I know what your talking about. I would post the pics but i don't want to get banned


----------



## Fuscus (May 3, 2011)

Reptilerookie321 said:


> America has NOT released any photos of bin laden. All the photos going around are fake.


 You mean that this http://www.thepunch.com.au/images/uploads/osama-statue-of-liberty.jpg isn't real??:shock:


----------



## tomc1992 (May 3, 2011)

looks legit to me?


----------



## fugawi (May 3, 2011)

Fuscus, that one is the real one, the one on the news was faked.LOL


----------



## Snakewoman (May 3, 2011)

fugawi said:


> Just goes to show how much research our news services do. One phone call to the US embassy would have gotten them the truth. The only conspiracy here is a news service ratings conspiracy.


 
I don't think news services are required to research, after all, the truth usually isn't as exciting as a fake or exaggerated story, and you're right, its all about the ratings.


----------



## saximus (May 3, 2011)

Wasn't he supposedly shot in the head? A nice convenient way to get out of having to show pics to the public


----------



## abnrmal91 (May 3, 2011)

Dead bodies don't bother me (work on trains see them regularly) but it would be inappropriate to show it on here if the actual image is found. Due the young people on here.


----------



## snakeluvver (May 3, 2011)

abnrmal91 said:


> Due the young people on here.


 
*raises hand awkwardly*


----------



## Defective (May 3, 2011)

imma sound weird but i love dead bodies and stuff like that its stinky but awesome!


----------



## abnrmal91 (May 3, 2011)

Lambert said:


> imma sound weird but i love dead bodies and stuff like that its stinky but awesome!


 
I find death interesting as well but APS is not the place for it. What I find interesting is looking at old cemeteries and seeing what years people died and the descriptions written in the tombstones. 

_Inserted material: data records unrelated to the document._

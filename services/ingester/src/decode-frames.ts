import {
  FUTURE_TOLERANCE_MS,
  NUMERIC_COLUMNS,
  readFrameBatch,
  type RejectReason,
  SIGNAL_NAMES,
  SIGNALS,
  type Sample,
  TIME_MIN_MS,
} from '@thermargin/shared';
import type { DeadLetter, FrameTally } from '@thermargin/store';
import { FrameDecoder } from '@thermargin/logger-data/j1939/decoder';
import type { VehicleReading } from './vehicle-readings.ts';

/** What a frames message gave: samples to store, its one letter for what could not be used, its tally. */
export interface FramesDecoded {
  samples: Sample[];
  rejects: DeadLetter[];
  /** Refused frames and samples by reason (a payload that breaks off counts 1). */
  refused: Partial<Record<RejectReason, number>>;
  tallies: FrameTally[];
}

/** Builds a dead letter of this message for a reason, with the rule in words and an excerpt. */
export type LetterOf = (reason: RejectReason, detail: string, excerpt: string) => DeadLetter;

const COLUMN = new Map<string, number>(NUMERIC_COLUMNS.map((c, i) => [c, i]));
const SIGNAL_COLUMNS = SIGNAL_NAMES.map((n) => ({ name: n, k: COLUMN.get(n)!, spec: SIGNALS[n] }));

/**
 * A message's refusals, told as one letter (as a samples message is): the most frequent reason, and
 * per reason how many with the first in words. Only the first of each reason is put in words.
 */
class Refusals {
  private readonly byReason = new Map<
    RejectReason,
    { n: number; detail: string; excerpt: string; what: string | undefined }
  >();
  /** `what` names the things counted ("frames"); without it the detail already says how many. */
  add(reason: RejectReason, n: number, detail: () => string, excerpt: () => string, what?: string): void {
    const c = this.byReason.get(reason);
    if (c) c.n += n;
    else this.byReason.set(reason, { n, detail: detail(), excerpt: excerpt(), what });
  }
  counts(): Partial<Record<RejectReason, number>> {
    return Object.fromEntries([...this.byReason].map(([r, c]) => [r, c.n]));
  }
  letters(letter: LetterOf): DeadLetter[] {
    const all = [...this.byReason];
    if (all.length === 0) return [];
    const told = all.map(([reason, c]) => {
      const text = c.what && c.n > 1 ? `${c.n} ${c.what}; the first: ${c.detail}` : c.detail;
      return all.length === 1 ? text : `${reason}: ${text}`;
    });
    const [reason, main] = all.reduce((a, b) => (b[1].n > a[1].n ? b : a));
    const excerpt = main.excerpt || all.find(([, c]) => c.excerpt)?.[1].excerpt || '';
    return [letter(reason, told.join('; '), excerpt)];
  }
}

const hex = (bytes: Uint8Array, from: number, n: number) =>
  Buffer.from(bytes.subarray(from, from + n)).toString('hex');

/**
 * A frames message (frame-batch.ts layout) → samples: the frames are decoded with the vehicle's reading
 * and resampled on their own, message by message, so a redelivered or duplicated batch gives the same
 * samples (stored once, by vehicle and time) and the same tally (kept once, by vehicle and batch start).
 * A payload that breaks off keeps the frames before the break; frames whose clock went back, whose data
 * length does not fit their PGN, and samples outside the plausible ranges or the accepted times are
 * dead-lettered in one letter per message, naming each reason with its count. Samples missing a required signal
 * (not sent, not available, stale) are counted in the tally as incomplete; unknown PGNs only counted.
 */
export function decodeFrames(
  vehicle: string,
  payload: Buffer,
  reading: VehicleReading,
  now_ms: number,
  letter: LetterOf,
): FramesDecoded {
  const samples: Sample[] = [];
  const refused = new Refusals();
  let incomplete = 0;
  const take = (v: Float64Array) => {
    const time_ms = v[0]!;
    const s: Record<string, unknown> = { time_ms, vehicle };
    for (const { name, k, spec } of SIGNAL_COLUMNS) {
      const x = v[k]!;
      if (Number.isNaN(x)) {
        if (spec.required) {
          incomplete++;
          return;
        }
        continue;
      }
      if (!(x >= spec.min && x <= spec.max) || (name === 'derate' && x !== 0 && x !== 1)) {
        refused.add(
          'range',
          1,
          () => `${name} ${x} at ${new Date(time_ms).toISOString()} outside ${spec.min}…${spec.max}`,
          () => JSON.stringify(s),
          'samples',
        );
        return;
      }
      s[name] = x;
    }
    if (time_ms < TIME_MIN_MS)
      refused.add(
        'time_past',
        1,
        () => `sample at ${time_ms} ms is before 2000-01-01`,
        () => JSON.stringify(s),
        'samples',
      );
    else if (time_ms > now_ms + FUTURE_TOLERANCE_MS)
      refused.add(
        'time_future',
        1,
        () => `sample at ${new Date(time_ms).toISOString()} is more than a day after the receive time`,
        () => JSON.stringify(s),
        'samples',
      );
    else samples.push(s as unknown as Sample);
  };
  // The frame being decoded, for the excerpt of a fault (kept in variables: no object per frame).
  let lastId = 0;
  let lastAt = 0;
  let lastLen = 0;
  const decoder = new FrameDecoder(reading.frames, take, (reason, detail) =>
    refused.add(
      reason,
      1,
      () => detail,
      () => `${(lastId & 0x1fff_ffff).toString(16).toUpperCase()}#${hex(payload, lastAt, lastLen)}`,
      'frames',
    ),
  );
  const report = readFrameBatch(payload, (t, id, len, bytes, at) => {
    lastId = id;
    lastAt = at;
    lastLen = len;
    decoder.frame(t, id, len, bytes, at);
  });
  decoder.finish();

  if (report.clock_back)
    refused.add(
      'clock_back',
      report.clock_back,
      () =>
        `${report.clock_back} frames earlier than the frame before them (the first is frame ${report.first_clock_back}); skipped`,
      () => '',
    );
  if (report.malformed !== null)
    refused.add(
      'frame_layout',
      1,
      () =>
        `${report.malformed}: frames ${report.unread_from}…${Math.max(report.unread_from, report.declared - 1)} of ${report.declared} unread` +
        (report.read ? `; the ${report.read} before were kept` : ''),
      () => hex(payload, 0, 1024),
    );
  const c = decoder.counts;
  const tallies: FrameTally[] = Number.isNaN(report.base_us)
    ? []
    : [
        {
          vehicle,
          start_ms: report.base_us / 1000,
          frames: c.frames,
          decoded: c.decoded,
          unknown_pgn: c.unknown_pgn,
          not_available: c.not_available,
          error_values: c.error_values,
          samples: samples.length,
          incomplete,
        },
      ];
  return { samples, rejects: refused.letters(letter), refused: refused.counts(), tallies };
}
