import type { Server } from 'node:http';
import {
  INGEST_TOPIC_FILTERS,
  parseVehicleTopic,
  type RejectReason,
  sharedSampleFilter,
} from '@thermargin/shared';
import type { Logger } from '@thermargin/shared/log';
import type { SampleStore } from '@thermargin/store';
import mqtt, { type IClientOptions, type MqttClient } from 'mqtt';
import { brokerRefusals } from './broker-refusals.ts';
import type { IngesterConfig } from './config.ts';
import { DecodePool } from './decode-pool.ts';
import { type Decoded, safeDecode } from './decode.ts';
import { IngestMetrics, serverPort, startMetricsServer } from './metrics.ts';
import { followMosquittoLog } from './mosquitto-log.ts';
import { PIPELINE_DEFAULTS, Pipeline } from './pipeline.ts';
import { Spool } from './spool.ts';
import { type VehicleMapSpec, vehicleReadings } from './vehicle-readings.ts';

export interface IngesterDeps {
  store: SampleStore;
  /** Vehicle ids of the fleet file: samples of any other vehicle are dead-lettered. */
  known_vehicles: ReadonlySet<string>;
  /** The fleet file's data_map and engine reference torque per vehicle (how its frames and JSON read). */
  vehicle_maps?: ReadonlyMap<string, VehicleMapSpec>;
  /** ms since epoch; injected so tests control the clock checks. */
  clock?: () => number;
  log?: Logger;
}

export interface Ingester {
  readonly metrics: IngestMetrics;
  /** The metrics server's port once started (undefined when disabled). */
  readonly metrics_port: number | undefined;
  /** Connects and subscribes every connection; resolves once all are subscribed. */
  start(): Promise<void>;
  /** Graceful: stops taking messages, writes and acknowledges what is pending, disconnects. */
  stop(): Promise<void>;
}

export const RECONNECT_BACKOFF = {
  /** ms: first reconnect delay, doubled per failed attempt up to the max, with ±25 % jitter. */
  min_ms: 250,
  max_ms: 10_000,
};

/** MQTT messages in flight per connection (MQTT 5 receive maximum): bounds the client's memory. */
export const RECEIVE_MAXIMUM = 8;
/** bytes: the broker drops larger packets for us; set its own message_size_limit lower (see README). */
export const MAXIMUM_PACKET_BYTES = 16 * 1024 * 1024;

/** Ends a connection after its last acknowledgements went out; forced when that takes over 2 s. */
async function endClient(client: MqttClient): Promise<void> {
  let timer: NodeJS.Timeout | undefined;
  const late = new Promise<'late'>((resolve) => (timer = setTimeout(() => resolve('late'), 2000)));
  const outcome = await Promise.race([client.endAsync(false).then(() => 'ended' as const), late]);
  clearTimeout(timer);
  if (outcome === 'late') await client.endAsync(true);
}

export function createIngester(config: IngesterConfig, deps: IngesterDeps): Ingester {
  const clock = deps.clock ?? Date.now;
  const log = deps.log ?? (() => {});
  const metrics = new IngestMetrics();
  const spool = new Spool(config.spool_dir, config.spool_max_bytes);
  const pipeline = new Pipeline(
    deps.store,
    spool,
    metrics,
    { ...PIPELINE_DEFAULTS, batch_samples: config.batch_samples, linger_ms: config.linger_ms },
    () => Math.max(1, metrics.connections_up),
    log,
  );
  const filters = INGEST_TOPIC_FILTERS.map((f) =>
    config.mqtt.share_group ? sharedSampleFilter(config.mqtt.share_group, f) : f,
  );
  // A plain subscription hands every message to every connection: only a shared one can spread the load.
  if (!config.mqtt.share_group && config.mqtt.connections > 1)
    throw new Error(
      `ingester: ${config.mqtt.connections} connections need a shared subscription (INGEST_SHARE_GROUP); without one use INGEST_CONNECTIONS=1`,
    );
  // Its ids are reserved for it: a vehicle logging in with one would replace this session.
  const taken = Array.from(
    { length: config.mqtt.connections },
    (_, i) => `${config.mqtt.client_id}-${i}`,
  ).filter((id) => deps.known_vehicles.has(id));
  if (taken.length)
    throw new Error(
      `ingester: client id ${taken.join(', ')} is a vehicle id of the fleet file; choose another INGEST_MQTT_CLIENT_ID`,
    );
  const decodeContext = {
    known_vehicles: deps.known_vehicles,
    max_payload_bytes: config.max_payload_bytes,
    readings: vehicleReadings(deps.vehicle_maps ?? []),
  };
  const pool =
    config.decode_workers > 0
      ? new DecodePool(config.decode_workers, decodeContext, log, deps.vehicle_maps)
      : undefined;
  /** decodes in flight on the pool: stop() lets them reach the pipeline before its last flush */
  const decodes = new Set<Promise<void>>();
  const clients: MqttClient[] = [];
  let stopping = false;
  let server: Server | undefined;
  let brokerLog:
    | { refusals: ReturnType<typeof brokerRefusals>; follower: ReturnType<typeof followMosquittoLog> }
    | undefined;

  function connectOne(index: number): Promise<void> {
    const m = config.mqtt;
    const options: IClientOptions = {
      clientId: `${m.client_id}-${index}`,
      username: m.username,
      password: m.password,
      protocolVersion: m.protocol,
      clean: false,
      reconnectPeriod: RECONNECT_BACKOFF.min_ms,
      connectTimeout: 10_000,
      keepalive: 30,
      resubscribe: false,
      ...(m.protocol === 5
        ? {
            properties: {
              sessionExpiryInterval: m.session_expiry_s,
              receiveMaximum: RECEIVE_MAXIMUM,
              maximumPacketSize: MAXIMUM_PACKET_BYTES,
            },
          }
        : {}),
    };
    const client = mqtt.connect(m.url, options);
    clients.push(client);
    let backoff = RECONNECT_BACKOFF.min_ms;
    client.on('reconnect', () => {
      metrics.broker_reconnects++;
      backoff = Math.min(backoff * 2, RECONNECT_BACKOFF.max_ms);
      client.options.reconnectPeriod = Math.round(backoff * (0.75 + Math.random() / 2));
    });
    client.on('close', () => {
      metrics.connections_up = clients.filter((c) => c.connected).length;
    });
    client.on('error', (e) => log('mqtt_error', { client: options.clientId, error: e.message }));
    // Taking over the acknowledgement: MQTT.js sends the PUBACK when `done` is called.
    client.handleMessage = (packet, done) => {
      if (stopping) return; // never acknowledged: the broker redelivers it to this session or the group
      const payload = Buffer.isBuffer(packet.payload) ? packet.payload : Buffer.from(packet.payload);
      const parsed = parseVehicleTopic(packet.topic);
      const deliver = (decoded: Decoded) => {
        metrics.messages_received++;
        metrics.samples_received += decoded.samples.length;
        const vehicle = parsed?.vehicle ?? '';
        for (const [reason, n] of Object.entries(decoded.refused))
          metrics.reject(vehicle, reason as RejectReason, n);
        for (const t of decoded.tallies) metrics.frameTally(t);
        pipeline.submit({
          samples: decoded.samples,
          letters: decoded.rejects,
          tallies: decoded.tallies,
          ack: () => done(),
        });
      };
      if (!pool)
        return deliver(safeDecode(packet.topic, payload, { ...decodeContext, now_ms: clock() }, parsed));
      const decoding = pool.decode(packet.topic, payload, clock(), parsed).then(deliver);
      decodes.add(decoding);
      void decoding.finally(() => decodes.delete(decoding));
    };
    return new Promise<void>((resolve) => {
      client.on('connect', () => {
        backoff = RECONNECT_BACKOFF.min_ms;
        client.options.reconnectPeriod = backoff;
        metrics.connections_up = clients.filter((c) => c.connected).length;
        client.subscribe(filters, { qos: 1 }, (err, granted) => {
          const refused = filters.filter((_, i) => {
            const code = granted?.[i]?.qos;
            return code === undefined || code > 2;
          });
          if (err || refused.length) {
            log('subscribe_refused', {
              client: options.clientId,
              filter: refused.join(' '),
              error: err?.message ?? `reason codes ${granted?.map((g) => g.qos).join(', ')}`,
            });
          } else resolve();
        });
      });
    });
  }

  return {
    metrics,
    get metrics_port() {
      return server ? serverPort(server) : undefined;
    },
    async start() {
      if (config.metrics_port >= 0)
        server = await startMetricsServer(metrics, config.metrics_port, config.metrics_host);
      if (config.broker_log) {
        const refusals = brokerRefusals(deps.known_vehicles);
        refusals.writeTo(deps.store);
        brokerLog = { refusals, follower: followMosquittoLog(config.broker_log, refusals.onRefused) };
      }
      await Promise.all(Array.from({ length: config.mqtt.connections }, (_, i) => connectOne(i)));
      log('ingester_started', {
        filter: filters.join(' '),
        connections: config.mqtt.connections,
        store: deps.store.kind,
      });
    },
    async stop() {
      stopping = true;
      await Promise.all(decodes);
      await pipeline.flush();
      pipeline.close();
      await pool?.close();
      await Promise.all(clients.map(endClient));
      await brokerLog?.follower.close();
      await brokerLog?.refusals.close();
      if (server) await new Promise<void>((resolve) => server!.close(() => resolve()));
      log('ingester_stopped', { acked: metrics.messages_acked, spool_segments: spool.segments });
    },
  };
}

Sent from my iPhone using Tapatalk


----------



## damian83 (May 3, 2011)

i was a funeral assistant for a while dead bodies dont stink if there in the fridge


----------



## snakeluvver (May 3, 2011)

Lambert said:


> imma sound weird but i love dead bodies and stuff like that its stinky but awesome!


 
Im sorry but that is really creepy and extremely disrespectful.
Its just the fact that this dead body in front of you was a living, functioning human being with friends and family... and now theyre just a body... I'm not talking about Bin Laden just dead bodies in general....

I saw my dad in hospital and that was scary enough for me. If I had seen his dead body I probably would be in therapy and a lot less mentally stable than I am now.


----------



## SamNabz (May 3, 2011)

World is waiting for pictures of his dead body to emerge... In saying this, I'm sure the U.S has its best artists/graphic designers on the case...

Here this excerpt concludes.